Cette nuit-là, sous la lune, après avoir révélé la véritable identité de Zhu Liuyue, les deux hommes commencèrent officiellement leur combat. Il faut dire que Zhu Liuyue était un adversaire redoutable, maîtrisant non seulement les arts martiaux chinois, mais aussi les arts martiaux japonais

; ces deux styles étaient parfaitement intégrés à son propre style. C'est pourquoi j'attendais ce combat avec impatience

!

Au début du duel, les deux combattants se livrèrent à une lutte acharnée. Bien qu'aucun ne parvînt à prendre l'avantage, le combat fut exaltant et incroyablement satisfaisant. Cependant, après avoir reçu un coup de sa propre paume, Liu Yue se retira avec grâce, riant et disant qu'un vœu inassouvi lui était soudainement revenu en mémoire. Il préférait donc partir pour l'instant et revenir plus tard pour échanger des coups. Puis il se retourna et partit. Il la poursuivit de toutes ses forces, et les deux se poursuivirent sur des centaines de kilomètres durant toute la nuit. À l'aube, ils la poursuivirent jusqu'au comté de Qixing, mais finalement, elle parvint à se fondre dans la foule et à s'échapper.

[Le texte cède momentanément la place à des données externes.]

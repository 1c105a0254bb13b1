//! Meters out of service, read from the technicians' notes: an `out_of_service` note takes its
//! meter out of the estimate from its `effective_at` until the next `back_in_service` note's
//! (open-ended without one). Every period whose start lies in such an interval runs without
//! the meter: its readings stay stored and are reported, but the engine is told to leave it
//! out ([`left_out`]). Pure: no store, no clock, so the scheduler, the what-if and the meter
//! list read the same intervals from the same notes.
//!
//! The intervals of a meter never overlap and only the last may be open: [`check`] refuses a
//! note that would break that, so the notes always pair up in order.

use chrono::{DateTime, SecondsFormat, Utc};
use reconcile::{LeftOut, Plant};

use crate::store::{MeterNote, NoteKind};

/// One interval a meter was (or is) out of service.
#[derive(Debug, Clone, PartialEq)]
pub struct Interval {
    pub tag: String,
    /// The `out_of_service` note's effective instant, id and text.
    pub since: DateTime<Utc>,
    pub note_id: i64,
    pub text: String,
    /// The `back_in_service` note's effective instant; none while still out.
    pub until: Option<DateTime<Utc>>,
}

impl Interval {
    /// Does a period starting at `t` run without the meter?
    pub fn covers(&self, t: DateTime<Utc>) -> bool {
        self.since <= t && self.until.is_none_or(|u| t < u)
    }

    /// The sentence a report gives for the meter it leaves out.
    pub fn reason(&self) -> String {
        let since = time(self.since);
        if self.text.trim().is_empty() {
            format!("out of service since {since}")
        } else {
            format!("out of service since {since}: {}", self.text)
        }
    }
}

fn time(t: DateTime<Utc>) -> String {
    t.to_rfc3339_opts(SecondsFormat::Secs, true)
}

/// The out-of-service intervals the notes record, per tag in the notes' order (oldest effective
/// first, then by id): an `out_of_service` note opens one, the next `back_in_service` note of
/// its tag closes it. A note that pairs with nothing (which [`check`] never admits) is passed
/// over.
pub fn intervals(notes: &[MeterNote]) -> Vec<Interval> {
    let mut ordered: Vec<&MeterNote> = notes.iter().collect();
    ordered.sort_by_key(|n| (n.effective_at, n.id));
    let mut out: Vec<Interval> = Vec::new();
    for n in ordered {
        let open = out.iter_mut().find(|i| i.tag == n.tag && i.until.is_none());
        match (n.kind, open) {
            (NoteKind::OutOfService, None) => out.push(Interval {
                tag: n.tag.clone(),
                since: n.effective_at,
                note_id: n.id,
                text: n.text.clone(),
                until: None,
            }),
            (NoteKind::BackInService, Some(i)) if i.since < n.effective_at => {
                i.until = Some(n.effective_at);
            }
            _ => {}
        }
    }
    out
}

/// The interval of `tag` that covers a period starting at `t`, if any.
pub fn covering<'a>(
    intervals: &'a [Interval],
    tag: &str,
    t: DateTime<Utc>,
) -> Option<&'a Interval> {
    intervals.iter().find(|i| i.tag == tag && i.covers(t))
}

/// The meters of `plant` a period starting at `start` runs without, each with its reason.
pub fn left_out(plant: &Plant, intervals: &[Interval], start: DateTime<Utc>) -> Vec<LeftOut> {
    plant
        .meters
        .iter()
        .enumerate()
        .filter_map(|(meter, m)| {
            covering(intervals, &m.tag, start).map(|i| LeftOut {
                meter,
                reason: i.reason(),
            })
        })
        .collect()
}

/// Check a new note of `kind` on `tag` at `at` against the tag's notes. Admitted, the answer
/// is the instant from which the tag's periods already run must run again: an
/// `out_of_service` note's own instant (every period from it on now runs without the meter),
/// a `back_in_service` note's (every period from it on runs with the meter again); none for
/// the other kinds. Refused, the sentence says why, naming the existing note's time.
pub fn check(
    notes: &[MeterNote],
    tag: &str,
    kind: NoteKind,
    at: DateTime<Utc>,
) -> Result<Option<DateTime<Utc>>, String> {
    let intervals: Vec<Interval> = intervals(notes)
        .into_iter()
        .filter(|i| i.tag == tag)
        .collect();
    match kind {
        NoteKind::OutOfService => check_out(&intervals, tag, at).map(Some),
        NoteKind::BackInService => check_back(&intervals, tag, at).map(Some),
        NoteKind::Checked | NoteKind::Recalibrated | NoteKind::Replaced => Ok(None),
    }
}

/// A new interval from `at` runs until the next `back_in_service` note after it, so it
/// overlaps every existing interval that has not ended by `at`: one still open, one that
/// covers `at`, or one that starts later.
fn check_out(
    intervals: &[Interval],
    tag: &str,
    at: DateTime<Utc>,
) -> Result<DateTime<Utc>, String> {
    match intervals.iter().find(|i| i.until.is_none_or(|u| u > at)) {
        None => Ok(at),
        Some(i) => Err(format!(
            "effective_at {}: meter \"{tag}\" is already recorded out of service from {} ({}); \
             an out-of-service interval may not overlap another, so {}",
            time(at),
            time(i.since),
            match i.until {
                Some(u) => format!("back in service at {}", time(u)),
                None => "still open".to_string(),
            },
            match i.until {
                Some(_) if i.since > at => {
                    "a new one must start after the last one ends".to_string()
                }
                Some(_) => "this one must start when that one has ended".to_string(),
                None => "post back_in_service for it first".to_string(),
            }
        )),
    }
}

/// `back_in_service` ends the open interval, and only after it began.
fn check_back(
    intervals: &[Interval],
    tag: &str,
    at: DateTime<Utc>,
) -> Result<DateTime<Utc>, String> {
    if let Some(open) = intervals.iter().find(|i| i.until.is_none()) {
        if open.since < at {
            return Ok(at);
        }
        return Err(format!(
            "effective_at {}: meter \"{tag}\" is not out of service at that time: it went out \
             of service at {}; back_in_service must come after that",
            time(at),
            time(open.since)
        ));
    }
    let ended = intervals
        .iter()
        .find(|i| i.covers(at) || i.until == Some(at));
    Err(match ended {
        Some(i) => format!(
            "effective_at {}: meter \"{tag}\" is not out of service at that time: the interval \
             from {} already ended at {}",
            time(at),
            time(i.since),
            i.until.map(time).unwrap_or_default()
        ),
        None => format!(
            "effective_at {}: meter \"{tag}\" is not out of service at that time (no open \
             out_of_service note)",
            time(at)
        ),
    })
}

#[cfg(test)]
mod tests {
    use super::*;

    fn t(hour: u32) -> DateTime<Utc> {
        use chrono::TimeZone;
        Utc.with_ymd_and_hms(2026, 6, 1, hour, 0, 0).unwrap()
    }

    fn note(id: i64, kind: NoteKind, hour: u32) -> MeterNote {
        MeterNote {
            id,
            tag: "FI-4".into(),
            kind,
            text: format!("note {id}"),
            effective_at: t(hour),
            created_at: t(0),
            as_found: None,
        }
    }

    #[test]
    fn notes_pair_into_intervals_and_cover_period_starts() {
        let notes = [
            note(1, NoteKind::OutOfService, 3),
            note(2, NoteKind::Checked, 4),
            note(3, NoteKind::BackInService, 6),
            note(4, NoteKind::OutOfService, 9),
        ];
        let got = intervals(&notes);
        assert_eq!(got.len(), 2);
        assert_eq!((got[0].since, got[0].until), (t(3), Some(t(6))));
        assert_eq!((got[1].since, got[1].until), (t(9), None));
        assert!(!got[0].covers(t(2)) && got[0].covers(t(3)) && got[0].covers(t(5)));
        assert!(!got[0].covers(t(6)), "back in service from its own instant");
        assert!(got[1].covers(t(23)));
        assert_eq!(
            got[0].reason(),
            "out of service since 2026-06-01T03:00:00Z: note 1"
        );
        assert!(covering(&got, "FI-4", t(7)).is_none());
        assert!(covering(&got, "FI-5", t(4)).is_none());
    }

    #[test]
    fn overlapping_or_unpaired_notes_are_refused_naming_the_existing_time() {
        let notes = [
            note(1, NoteKind::OutOfService, 3),
            note(2, NoteKind::BackInService, 6),
        ];
        let out = |h| check(&notes, "FI-4", NoteKind::OutOfService, t(h));
        assert_eq!(out(6), Ok(Some(t(6))), "adjacent intervals are fine");
        assert_eq!(out(8), Ok(Some(t(8))));
        for h in [1, 3, 5] {
            let why = out(h).unwrap_err();
            assert!(why.contains("2026-06-01T03:00:00Z"), "{why}");
        }
        let back = |h| check(&notes, "FI-4", NoteKind::BackInService, t(h));
        assert!(back(5)
            .unwrap_err()
            .contains("already ended at 2026-06-01T06:00:00Z"));
        assert!(back(8).unwrap_err().contains("not out of service"));

        let open = [note(1, NoteKind::OutOfService, 3)];
        assert_eq!(
            check(&open, "FI-4", NoteKind::BackInService, t(4)),
            Ok(Some(t(4)))
        );
        assert!(check(&open, "FI-4", NoteKind::BackInService, t(3)).is_err());
        assert!(check(&open, "FI-4", NoteKind::OutOfService, t(9))
            .unwrap_err()
            .contains("still open"));
        assert_eq!(check(&open, "FI-4", NoteKind::Checked, t(4)), Ok(None));
    }
}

Il s'avère que le soi-disant souhait de Liu Yue fait référence à Huihui !

Liu Yue semblait ne pas entendre ses paroles, debout à côté de Zhu Huihui, les yeux baissés, restant silencieuse.

Feng Xuese laissa échapper un rire froid et dit : « Le souhait de frère Liu Yue est maintenant exaucé, alors, tiendrez-vous votre promesse ? »

Il n'a jamais révélé à personne que Liu Yue était Kazama Yoru, car il avait promis de la poursuivre jusqu'à la retrouver, même si Liu Yue n'était qu'un pion.

En réalité, il avait déjà deviné qui se cachait derrière Liu Yue. Cette personne jouissait d'une excellente réputation à la cour comme à l'extérieur, mais nourrissait, de façon inattendue, des intentions rebelles. Bien que Liu Yue refusât de l'admettre, elle savait que la vérité ne pouvait être dissimulée à Feng Xuese, raison pour laquelle elle insistait pour que tout soit réglé avec lui.